[[ RECORD SET, beginning ]]
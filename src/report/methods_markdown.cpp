// methods.md: the experiment described in neutral scientific English, with
// everything a reviewer needs to rerun it (data, masking, replicates and
// seed, methods with every parameter, metrics, tests and alpha, the winner
// per series and condition, the tool version and the spec's SHA-256),
// followed by the references of the published work it used.
#include <cmath>
#include <set>

#include "gapmark/fill/method.hpp"
#include "gapmark/mask/scheme.hpp"
#include "gapmark/number_format.hpp"
#include "gapmark/params.hpp"
#include "gapmark/report/references.hpp"
#include "gapmark/report/reporter.hpp"
#include "gapmark/report/table_text.hpp"

namespace gapmark {
namespace {

std::string join(const std::vector<std::string>& items, const std::string& last = "and") {
  std::string out;
  for (std::size_t i = 0; i < items.size(); ++i) {
    if (i) out += items.size() == 2 ? " " + last + " " : (i + 1 == items.size() ? ", " + last + " " : ", ");
    out += items[i];
  }
  return out;
}

std::string cite(const std::vector<std::string>& keys) {
  std::vector<std::string> parts;
  for (const auto& k : keys) parts.push_back("[" + k + "]");
  return parts.empty() ? "" : " " + join(parts, "and");
}

std::vector<std::string> keys_for(const std::vector<CitedUse>& uses, const std::string& kind, const std::string& name) {
  for (const auto& u : uses)
    if (u.kind == kind && u.name == name) return u.keys;
  return {};
}

/// "name (a = 1, b = x [default])": every parameter, given or defaulted.
template <class Interface>
std::string with_parameters(const std::string& label) {
  CallSpec call;
  try {
    call = CallSpec::parse(label, "label");
  } catch (const std::exception&) {
    return "`" + label + "`";
  }
  const auto* entry = Registry<Interface>::global().find(call.name);
  std::string out = "`" + call.name + "`";
  if (entry == nullptr || entry->params.empty()) return out;
  std::vector<std::string> params;
  for (const auto& p : entry->params) {
    std::string value = p.default_value.empty() ? "(none)" : p.default_value;
    bool given = false;
    for (const auto& [k, v] : call.args)
      if (k == p.name) value = v, given = true;
    params.push_back(p.name + " = " + value + (given ? "" : " (default)"));
  }
  return out + " (" + join(params, "and") + ")";
}

template <class Interface>
std::string summary_of(const std::string& label) {
  const auto colon = label.find(':');
  const auto* entry = Registry<Interface>::global().find(colon == std::string::npos ? label : label.substr(0, colon));
  return entry ? entry->summary : "";
}

std::string best_words(Direction d) {
  switch (d) {
    case Direction::Lower: return "lowest";
    case Direction::Higher: return "highest";
    case Direction::ZeroBest: return "closest to zero";
    case Direction::OneBest: return "closest to one";
    case Direction::None: return "first";
  }
  return "best";
}

class MethodsMarkdown final : public Reporter {
public:
  std::string file_name() const override { return "methods.md"; }

  std::string render(const ResultSet& results, const Summary& summary) const override {
    const auto& ctx = results.context;
    const auto uses = cited_uses(results, summary);
    const std::size_t rank_col = results.column_index(results.rank_by);
    const auto& rc = results.columns[rank_col];
    const std::string level = short_number(100 * (1 - summary.alpha));
    std::string out = "# Methods\n\n";

    // Data.
    out += "## Data\n\n";
    const std::size_t n_series = results.series.is_array() ? results.series.size() : 0;
    std::set<std::string> sources;
    if (results.series.is_array())
      for (const auto& s : results.series) sources.insert(s.value("source", std::string()));
    out += "The benchmark used " + std::to_string(n_series) + " series from " + std::to_string(sources.size()) +
           " data file" + (sources.size() == 1 ? "" : "s") + ":\n\n";
    if (results.series.is_array())
      for (const auto& s : results.series) {
        const std::size_t period = s.value("period", 0);
        out += "- `" + s.value("label", std::string()) + "` (" + s.value("source", std::string()) + "): " +
               std::to_string(s.value("points", 0)) + " points, " + std::to_string(s.value("observed", 0)) +
               " observed, regular step " + s.value("step", std::string()) + " starting " +
               s.value("start", std::string()) + ", seasonal period " +
               (period ? std::to_string(period) + " steps" : std::string("none")) + ".\n";
      }
    if (ctx.contains("inputs") && ctx["inputs"].is_array() && !ctx["inputs"].empty()) {
      out += "\nInput files and their SHA-256 digests:";
      for (const auto& in : ctx["inputs"])
        out += " `" + in.value("file", std::string()) + "` (`" + in.value("sha256", std::string()) + "`)";
      out += ".\n";
    }

    // Masking.
    std::vector<std::string> schemes;
    std::vector<std::vector<double>> rates;
    std::vector<std::string> methods;
    for (const auto& t : results.trials) {
      std::size_t k = 0;
      while (k < schemes.size() && schemes[k] != t.scheme) ++k;
      if (k == schemes.size()) schemes.push_back(t.scheme), rates.emplace_back();
      bool seen = false;
      for (double r : rates[k]) seen = seen || r == t.rate;
      if (!seen) rates[k].push_back(t.rate);
      bool known = false;
      for (const auto& m : methods) known = known || m == t.method;
      if (!known) methods.push_back(t.method);
    }
    const std::string replicates = ctx.contains("replicates") ? ctx["replicates"].dump() : "?";
    const std::string seed = ctx.contains("seed") ? ctx["seed"].dump() : "?";
    const std::size_t holdout = ctx.value("holdout", std::size_t{0});
    out += "\n## Masking\n\nObserved values were hidden artificially and each method was scored on the hidden "
           "points only. The masking schemes and missing rates (fractions of the eligible observed points) were:\n\n";
    for (std::size_t k = 0; k < schemes.size(); ++k) {
      std::vector<std::string> rs;
      for (double r : rates[k]) rs.push_back(format_double(r));
      const std::string what = summary_of<MaskScheme>(schemes[k]);
      out += "- " + with_parameters<MaskScheme>(schemes[k]) + (what.empty() ? "" : ": " + what) + "; rates " +
             join(rs) + ".\n";
    }
    out += "\nEach combination of series, scheme and rate was repeated in " + replicates +
           " replicates. The random stream of each replicate was seeded from the experiment seed (" + seed +
           ") and the replicate's key (series, scheme, rate, replicate number), so the masks do not depend on the "
           "order of execution, and all methods were applied to the same masked series within a replicate "
           "(a paired design).";
    if (holdout)
      out += " The last " + std::to_string(holdout) + " points of each series were never hidden; they served as "
             "the forecast holdout.";
    out += "\n";

    // Methods.
    out += "\n## Fill methods\n\n";
    for (const auto& m : methods) {
      const std::string what = summary_of<FillMethod>(m);
      const auto name = m.substr(0, m.find(':'));
      out += "- " + with_parameters<FillMethod>(m) + (what.empty() ? "" : ": " + what) +
             cite(keys_for(uses, "method", name)) + ".\n";
    }

    // Metrics.
    out += "\n## Metrics\n\n";
    for (const auto& c : results.columns)
      out += "- `" + c.name + "` (" + (c.unit.empty() ? std::string("no unit") : c.unit) + ", " +
             direction_words(c.direction) + "): " + c.summary + cite(keys_for(uses, "metric", c.name)) + ".\n";
    out += "\nMethods were ranked by `" + rc.name + "` (" + direction_words(rc.direction) + ").\n";

    // Statistics.
    out += "\n## Statistical analysis\n\n";
    out += "For each series, scheme and rate, each metric was summarised over replicates by its mean, standard "
           "deviation and the " + level + "% confidence interval of the mean from Student's t distribution" +
           cite(keys_for(uses, "test", "Student-t confidence interval")) +
           ". Trials in which a method failed or left masked points unfilled were counted, excluded from the means "
           "and ranked last in their replicate, and such methods were ordered after those that filled every trial. "
           "Within each replicate the methods were ranked by `" + rc.name + "` (ties sharing the average rank); the "
           "mean of these ranks over replicates is reported beside the means.";
    const auto vs_best = keys_for(uses, "test", "Wilcoxon signed-rank test against the best, Holm-adjusted");
    if (!vs_best.empty())
      out += " Each method was compared with the best one by a two-sided Wilcoxon signed-rank test on the "
             "paired replicates, with Holm's adjustment for the number of comparisons" + cite(vs_best) +
             "; methods with an adjusted p-value of at least α were reported as not distinguishable from the best.";
    const auto friedman = keys_for(uses, "test", "Friedman test");
    if (!friedman.empty())
      out += " The Friedman test" + cite(friedman) + " assessed whether the methods differed at all.";
    const auto nemenyi = keys_for(uses, "test", "Nemenyi critical difference");
    if (!nemenyi.empty())
      out += " Across series, the methods' mean ranks over all data sets (series and condition) were compared "
             "with the Friedman test and the Iman-Davenport correction" +
             cite(keys_for(uses, "test", "Iman-Davenport test")) +
             ", followed by the Nemenyi critical difference" + cite(nemenyi) + ".";
    out += " The significance level was α = " + short_number(summary.alpha) + ".\n";

    // Results.
    out += "\n## Results\n\n";
    std::string current;
    for (const auto& g : summary.groups) {
      if (g.methods.empty()) continue;
      if (g.series != current) {
        current = g.series;
        out += "\n**" + g.series + "**\n\n";
      }
      const auto& best = g.methods.front();
      const auto& s = best.metrics[rank_col];
      out += "- " + g.scheme + ", rate " + format_double(g.rate) + ": `" + best.method + "` had the " +
             best_words(rc.direction) + " mean " + rc.name + ", " + short_number(s.mean);
      if (std::isfinite(s.ci_low))
        out += " (" + level + "% CI " + short_number(s.ci_low) + " to " + short_number(s.ci_high) + ")";
      out += ", over " + std::to_string(s.n) + " replicates";
      bool tested = false;
      std::vector<std::string> tied;
      for (const auto& m : g.methods) {
        tested = tested || std::isfinite(m.p_vs_best);
        if (&m != &best && m.tied_with_best) tied.push_back("`" + m.method + "`");
      }
      if (!tested)
        out += "; no paired test against it was available for this condition.\n";
      else if (tied.empty())
        out += "; every other method differed from it significantly.\n";
      else
        out += "; not distinguishable from it at α = " + short_number(summary.alpha) + ": " + join(tied) + ".\n";
    }
    for (const auto& a : summary.across) {
      if (a.datasets < 2 || a.methods.empty()) continue;
      std::size_t best = 0;
      for (std::size_t i = 1; i < a.mean_ranks.size(); ++i)
        if (a.mean_ranks[i] < a.mean_ranks[best]) best = i;
      out += "\nAcross " + std::to_string(a.datasets) + " data sets" +
             (a.scheme.empty() ? std::string() : " (" + a.scheme + ", rate " + format_double(a.rate) + ")") + ", `" +
             a.methods[best] + "` had the best mean rank (" + short_number(a.mean_ranks[best]) +
             "); Friedman χ² = " + short_number(a.friedman_chi2) + ", p = " + short_number(a.friedman_p) +
             "; Iman-Davenport F = " + short_number(a.iman_davenport_f) + ", p = " + short_number(a.iman_davenport_p) +
             "; critical difference " + short_number(a.critical_difference) + ".\n";
    }

    // Reproducibility.
    out += "\n## Reproducibility\n\n";
    out += "The experiment was run with gapmark " + ctx.value("version", std::string("?")) + " (source commit " +
           ctx.value("commit", std::string("unknown")) + ") from the spec `" +
           ctx.value("spec_name", std::string("experiment")) + "` with SHA-256 `" +
           ctx.value("spec_sha256", std::string("?")) + "`. Running `gapmark run` on the same spec and data "
           "reproduces every mask and every number reported here; the spec is stored in results.json.\n";

    // References.
    const auto keys = cited_keys(uses);
    if (!keys.empty()) {
      out += "\n## References\n\n";
      for (const auto& k : keys)
        if (const auto* r = find_reference(k)) out += "- [" + k + "] " + r->citation + "\n";
    }
    return out;
  }
};

const Registration<Reporter> registration{{
    .name = "methods-md",
    .summary = "a methods section for a paper: data, masking, methods, metrics, tests, winners, references",
    .params = {},
    .make = [](const ParamValues&) { return std::make_unique<MethodsMarkdown>(); },
}};

}  // namespace
}  // namespace gapmark
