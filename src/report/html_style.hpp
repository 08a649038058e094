#pragma once
// The style sheet of report.html, inlined in the page.
namespace gapmark {
/// CSS for report.html: a calm light page, tables, charts and legends.
const char* report_css();
}  // namespace gapmark
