#pragma once
// The charts of report.html, drawn as inline SVG by our own code: no
// scripts, fonts or images from elsewhere, so the page opens offline.
#include <cstddef>
#include <nlohmann/json.hpp>
#include <string>
#include <vector>

#include "gapmark/analysis/summary.hpp"
#include "gapmark/experiment/example_windows.hpp"
#include "svg.hpp"

namespace gapmark::charts {

/// The plotting area of a chart and its axes.
struct Plot {
  double width = 640, height = 260;
  double left = 62, right = 14, top = 14, bottom = 42;
  svg::Scale x, y;
  double x0() const { return left; }
  double x1() const { return width - right; }
  double y0() const { return height - bottom; }
  double y1() const { return top; }
};

/// Opens an <svg> with a title for screen readers; close with "</svg>".
std::string open_svg(const Plot& plot, const std::string& title);
/// Grid, axes, tick labels and axis titles. `x_names`, when not empty, labels
/// the positions `x_ticks` instead of numbers.
std::string axes(const Plot& plot, const std::vector<double>& x_ticks, const std::vector<std::string>& x_names,
                 const std::vector<double>& y_ticks, const std::string& x_label, const std::string& y_label);
/// Sets plot.y to cover [lo, hi] with a margin and returns the ticks used.
std::vector<double> fit_y(Plot& plot, double lo, double hi);

struct ChartLine {
  std::string name;
  std::vector<double> y, low, high;  ///< one per x; NaN = no value
  svg::Style style;
};

struct LineChart {
  std::string title, x_label, y_label;
  std::vector<double> x;               ///< numeric positions
  std::vector<std::string> x_names;    ///< non-empty: categories, one per x, evenly spaced
  std::vector<ChartLine> lines;
  bool bands = true;                   ///< interval as a shaded band; false: as whiskers
};

/// Lines with interval bands or whiskers. Empty string when nothing to draw.
std::string line_chart(const LineChart& chart);

/// One row of a dot chart: a method's mean and interval.
struct DotRow {
  std::string name;
  double mean = 0, low = 0, high = 0;  ///< NaN = no value
  svg::Style style;
};

struct DotChart {
  std::string title, x_label;
  std::vector<DotRow> rows;  ///< top to bottom
};

/// One row per method, mean as a marker and interval as a whisker, on one
/// horizontal axis. Empty string when nothing to draw.
std::string dot_chart(const DotChart& chart);

/// An example window: the truth, the masked stretches and the fills.
/// `styles[i]` draws example.methods[i].
std::string window_chart(const ExampleWindow& example, const std::vector<svg::Style>& styles,
                         const std::string& y_label = "value");
/// Autocorrelation at lags 1..L of the complete series and of each fill;
/// `styles` as for window_chart (matched by method name).
std::string acf_chart(const ExampleWindow& example, const std::vector<svg::Style>& styles);

/// Methods on a mean-rank axis, one row each, best first; brackets join
/// methods whose mean ranks differ by less than the critical difference.
std::string rank_ladder(const AcrossSeries& across);

/// Groups of consecutive methods (by mean rank) spanning less than `cd`:
/// maximal, at least two members, as [first, last] positions in the sorted order.
std::vector<std::pair<std::size_t, std::size_t>> cliques(const std::vector<double>& sorted_ranks, double cd);

}  // namespace gapmark::charts
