#include "gapmark/report/reporter.hpp"

#include <filesystem>

#include "gapmark/table_io.hpp"

namespace gapmark {

std::vector<std::string> write_reports(const ResultSet& results, const std::string& dir) {
  const Summary summary = summarize(results);
  std::vector<std::string> written;
  // Render everything first so that a failing reporter leaves no files behind.
  std::vector<std::pair<std::filesystem::path, std::string>> outputs;
  for (const auto* entry : ReporterRegistry::global().list()) {
    auto reporter = entry->make(ParamValues{});
    outputs.emplace_back(std::filesystem::path(dir) / reporter->file_name(), reporter->render(results, summary));
  }
  for (const auto& [path, content] : outputs) {
    write_file_atomically(path, content);
    written.push_back(path.string());
  }
  return written;
}

}  // namespace gapmark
[[ RECORD SET, end ]]
From the listing above, the lines starting with the one that has "for (const auto& in" and running through the one that has "bool known = false;" should be copied exactly, ends included.

- **SOLUTION**
      for (const auto& in : ctx["inputs"])
        out += " `" + in.value("file", std::string()) + "` (`" + in.value("sha256", std::string()) + "`)";
      out += ".\n";
    }

    // Masking.
    std::vector<std::string> schemes;
    std::vector<std::vector<double>> rates;
    std::vector<std::string> methods;
    for (const auto& t : results.trials) {
      std::size_t k = 0;
      while (k < schemes.size() && schemes[k] != t.scheme) ++k;
      if (k == schemes.size()) schemes.push_back(t.scheme), rates.emplace_back();
      bool seen = false;
      for (double r : rates[k]) seen = seen || r == t.rate;
      if (!seen) rates[k].push_back(t.rate);
      bool known = false;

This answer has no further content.